RE: Some UTF-8-related questions

2012-01-11 Thread Hamann, T.D. (Thomas)
>>Hi,

>>Thanks for the answers on my last question. I have since then dug a bit 
>>further in the UTF-8-related error >>message I got, and after some reading 
>>have a few questions with regards to UTF-8 handling in perl:

>>(Please bear in mind that I am not an IT guy)

> Worry not -- Basically no IT person gets this right anyway : )
 
>>1a) My use statements are the following:

>>use warnings;
>>use strict;
>>use utf8;
>>use open ':encoding(utf8)';

>I would add

>use feature qw(unicode_strings);

>or even

>use if $^V ge v5.12, feature => qw(unicode_strings);

>and replace :encoding(utf8) for :encoding(UTF-8), but see below.
 
Thanks. That looks very useful. Would it also be a good idea to upgrade perl to 
5.14 instead of 5.12?

>>Now if I understand it correctly, there's two ways of encoding UTF-8 in perl: 
>>One liberal (utf8) and one strict 
>>(UTF-8). For my purpose, I need correctly encoded UTF-8 files. However, I 
>>cannot be sure whether the files I 
>>start with are properly encoded in UTF-8.

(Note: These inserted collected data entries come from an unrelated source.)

// AssessTable writes the scores of rep as one table, methods × metrics,
// each a mean across samples with the half-width of its 95% interval,
// then the randomization test layer by layer and what each column means.
// title heads the table (the model and the samples).
func AssessTable(w io.Writer, rep *fidelity.Report, title string) error {
	var b bytes.Buffer
	if err := assessTable(&b, rep, title); err != nil {
		return err
	}
	// tabwriter pads the last cells; the lines end at their text.
	lines := strings.Split(b.String(), "\n")
	for i, l := range lines {
		lines[i] = strings.TrimRight(l, " ")
	}
	_, err := io.WriteString(w, strings.Join(lines, "\n"))
	return err
}
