package gradattr

import (
	"bytes"
	"encoding/json"
	"errors"
	"fmt"
	"io"
	"math"
	"math/rand/v2"
	"slices"
	"sort"
	"strconv"
	"strings"
)

// Summary defaults and limits.
const (
	// DefaultBootstrap is the number B of Poisson bootstrap replicates a
	// Summary keeps when SummaryOptions.Bootstrap is zero.
	DefaultBootstrap = 200
	// MaxBootstrap bounds SummaryOptions.Bootstrap.
	MaxBootstrap = 100_000
	// MaxSummaryCells bounds features × replicates: each group keeps two
	// exact sums per cell.
	MaxSummaryCells = 1 << 22
	// MaxSummaryGroups bounds the number of distinct subgroups, so that a
	// key column with one value per row (an identifier) is refused instead
	// of exhausting memory.
	MaxSummaryGroups = 1024
	// MaxSummaryTotalCells bounds features × replicates × (groups + 1),
	// the cells of all groups and of the whole together (about 50 bytes
	// each, more once sums carry low-order parts).
	MaxSummaryTotalCells = 1 << 23
	// MaxSkippedKept is the number of skipped rows whose error a Summary
	// keeps (those with the smallest keys); all are counted.
	MaxSkippedKept = 1000
	// MaxSummaryValue bounds |a| of an attribution added to a Summary, so
	// that a² and the sums of up to 2^53 rows stay finite.
	MaxSummaryValue = 1e100
)

// Summary document identification, in the "format" and "version" keys.
const (
	SummaryFormat  = "apportion-summary"
	SummaryVersion = 1
)

// SummaryConfidence is the level of the bootstrap intervals: the 2.5% and
// 97.5% percentiles of the replicate means.
const SummaryConfidence = 0.95

// ErrMismatch reports two summaries that cannot be merged: of different
// models, methods, settings, features, grouping or bootstrap, or sharing a
// row key. Errors wrapping it wrap ErrInput too.
var ErrMismatch = errors.New("gradattr: summaries do not match")

// MismatchError says why two summaries cannot be merged. It wraps
// ErrMismatch and ErrInput.
type MismatchError struct {
	// What is what differs: "model", "method", "settings", "features",
	// "grouped by", "bootstrap replicates", "bootstrap seed", or "row key"
	// when both summaries hold a row.
	What string
	// A and B are the two summaries' values of What; for "row key", A is
	// the first key both hold.
	A, B string
}

func (e *MismatchError) Error() string {
	if e.What == "row key" {
		return ErrMismatch.Error() + ": both summaries hold row key " + e.A
	}
	return ErrMismatch.Error() + ": " + e.What + " " + e.A + " vs " + e.B
}

// Is reports ErrMismatch and ErrInput.
func (e *MismatchError) Is(target error) bool { return target == ErrMismatch || target == ErrInput }

// SummaryOptions describes what a Summary summarises. Two summaries merge
// only when their options are equal (Settings compared as JSON values).
// The zero value of Bootstrap and Seed means 200 replicates from seed 0;
// Features is required.
type SummaryOptions struct {
	// Features names the features, in attribution order.
	Features []string
	// Model identifies the model, e.g. the hex SHA-256 of its file.
	Model string
	// Method is the attribution method.
	Method Method
	// Settings are the method settings the attributions were computed
	// with; they must marshal to a JSON object (or be nil).
	Settings map[string]any
	// GroupBy names what the subgroup keys are (a column name, or
	// "predicted"); "" when rows are not grouped.
	GroupBy string
	// Bootstrap is the number B of replicates; 0 means DefaultBootstrap.
	Bootstrap int
	// Seed seeds the replicate weights (see Summary).
	Seed uint64
}

// Summary aggregates many local explanations (one attribution vector per
// row) into per-feature statistics, over all rows and per subgroup: the
// row count, Σ|a_i|, Σa_i, Σa_i², and the same weighted sums for B Poisson
// bootstrap replicates.
//
// Replicate b gives row r the weight w_rb ~ Poisson(1), drawn from
// math/rand/v2's PCG seeded by (Seed, key_r) where key_r is the row's
// global key (its index in the whole data set), so the weight depends on
// the row alone and not on which shard it was summarised in (Hanley &
// MacGibbon 2006, "Creating non-parametric bootstrap samples using Poisson
// frequencies"; Chamandy, Muralidharan, Najmi & Naidu 2012, "Estimating
// uncertainty for massive data streams", Google; both from memory). The
// replicate mean of feature i is
//
//	m_ib = Σ_r w_rb · a_ri / Σ_r w_rb
//
// and the 95% interval is the 2.5% and 97.5% percentiles of m_i1..m_iB
// (the percentile interval of Efron & Tibshirani 1993, ch. 13, from
// memory), over the replicates with Σ_r w_rb > 0; the same for |a_ri|.
//
// All sums are kept exactly: floating-point expansions (Shewchuk 1997,
// "Adaptive precision floating-point arithmetic and fast robust geometric
// predicates", the grow-expansion algorithm) accumulate each a, |a|, fl(a²)
// and the exact products w·a (the rounded product plus its FMA residual),
// and every reported sum is the exact sum rounded once to the nearest
// float64. Merging adds the expansions, so a merged summary equals,
// bit for bit, the summary of all its rows added to one Summary, in any
// order and any split.
//
// Each row key may enter a summary once (added or skipped); merging
// summaries that share a key is refused. A Summary is not safe for
// concurrent use.
type Summary struct {
	opt      SummaryOptions
	settings []byte // canonical JSON of opt.Settings
	nf       int
	b        int

	rowLedger
	all    *accum
	groups map[string]*accum
}
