// UnmarshalJSON decodes a document written by MarshalJSON; the statistics
// are recomputed from the state, not read. Errors wrap ErrInput.
func (s *TokenSummary) UnmarshalJSON(raw []byte) error {
	var head struct {
		Format  string `json:"format"`
		Version int    `json:"version"`
	}
	if err := json.Unmarshal(raw, &head); err != nil {
		return fmt.Errorf("%w: token summary JSON: %v", ErrInput, err)
	}
	if head.Format != TokenSummaryFormat || head.Version != TokenSummaryVersion {
		return fmt.Errorf("%w: token summary JSON: expected format %q version %d, got format %q version %d", ErrInput, TokenSummaryFormat, TokenSummaryVersion, head.Format, head.Version)
	}
	var doc tokenSummaryJSON
	if err := json.Unmarshal(raw, &doc); err != nil {
		return fmt.Errorf("%w: token summary JSON: %v", ErrInput, err)
	}
	if doc.Format != TokenSummaryFormat || doc.Version != TokenSummaryVersion {
		return fmt.Errorf("%w: token summary JSON: expected format %q version %d, got format %q version %d", ErrInput, TokenSummaryFormat, TokenSummaryVersion, doc.Format, doc.Version)
	}
	var settings map[string]any
	if len(doc.Settings) > 0 && string(doc.Settings) != "null" {
		dec := json.NewDecoder(bytes.NewReader(doc.Settings))
		dec.UseNumber()
		if err := dec.Decode(&settings); err != nil {
			return fmt.Errorf("%w: token summary JSON: settings: %v", ErrInput, err)
		}
	}
	n, err := NewTokenSummary(TokenSummaryOptions{Model: doc.Model, Method: doc.Method, Settings: settings, GroupBy: doc.GroupBy, Padding: doc.Padding})
	if err != nil {
		return fmt.Errorf("%w: token summary JSON: %v", ErrInput, err)
	}
	if n.all, err = readTokenGroup(doc.Overall, "overall"); err != nil {
		return err
	}
	if len(doc.Groups) > MaxSummaryGroups {
		return fmt.Errorf("%w: token summary JSON: %d groups, more than the %d a summary may keep", ErrInput, len(doc.Groups), MaxSummaryGroups)
	}
	var total int64
	for _, gj := range doc.Groups {
		if gj.Name == "" || n.groups[gj.Name] != nil {
			return fmt.Errorf("%w: token summary JSON: group name %q is empty or repeated", ErrInput, gj.Name)
		}
		g, err := readTokenGroup(gj, fmt.Sprintf("group %q", gj.Name))
		if err != nil {
			return err
		}
		n.groups[gj.Name] = g
		total += g.rows
	}
	if len(doc.Groups) > 0 && total != doc.Rows {
		return fmt.Errorf("%w: token summary JSON: the groups hold %d rows, the summary %d", ErrInput, total, doc.Rows)
	}
	if doc.Overall.Rows != doc.Rows || doc.Rows < 0 {
		return fmt.Errorf("%w: token summary JSON: rows %d, overall rows %d, skipped rows %d do not agree", ErrInput, doc.Rows, doc.Overall.Rows, doc.SkippedRows)
	}
	if n.rowLedger, err = readLedger(doc.Keys, doc.Skipped, doc.SkippedRows, doc.Rows, doc.Incomplete); err != nil {
		return err
	}
	*s = *n
	return nil
}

>That's primarily right, but I think that you are mistaken in the usage of the 
>lax version, utf8. The latter is only 
>useful when reading something produced by another Perl process that used the 
>lax encoding and outputted >illegal UTF-8.

>For example:

>use Devel::Peek;
>use warnings;

>open my $out_fh, ">:utf8", "invalid_UTF-8.txt" or die $!;
>say { $out_fh } "This here: [\x{_}] is illegal UTF-8, but valid in 
>Perl's lax internal encoding";
>close $out_fh or die $!;

>for my $encoding ( qw< utf8 encoding(UTF-8) > ) {

>say "Encoding: [$encoding]";
>open my $in_fh, "<:$encoding", "invalid_UTF-8.txt" or die $!;
>my $line = <$in_fh>;
>Dump $line;
>close $in_fh;
>}

>What you get depends on whenever $encoding is utf8 or encoding(UTF-8), though 
>the difference is a bit hard to 
>spot. For the former, you'll get back the string that you originally printed, 
>but for the latter, Encode will complain 
>about \x{_} not being in Unicode, and give you a string with a literal 
>\x{}, and if you had 
>written it in single quotes!

>The bottom point is that you scarcely ever want the lax, internal form. Moreso 
>because it's subject to change in >upcoming Perl versions, since what it 
>currently does is whack.
 
>>So is it possible to open a file using the liberal interpretation, and write 
>>to a new file using the strict >>interpretation? Are there any issues 
>>regarding this, like characters that might not be re-encoded properly?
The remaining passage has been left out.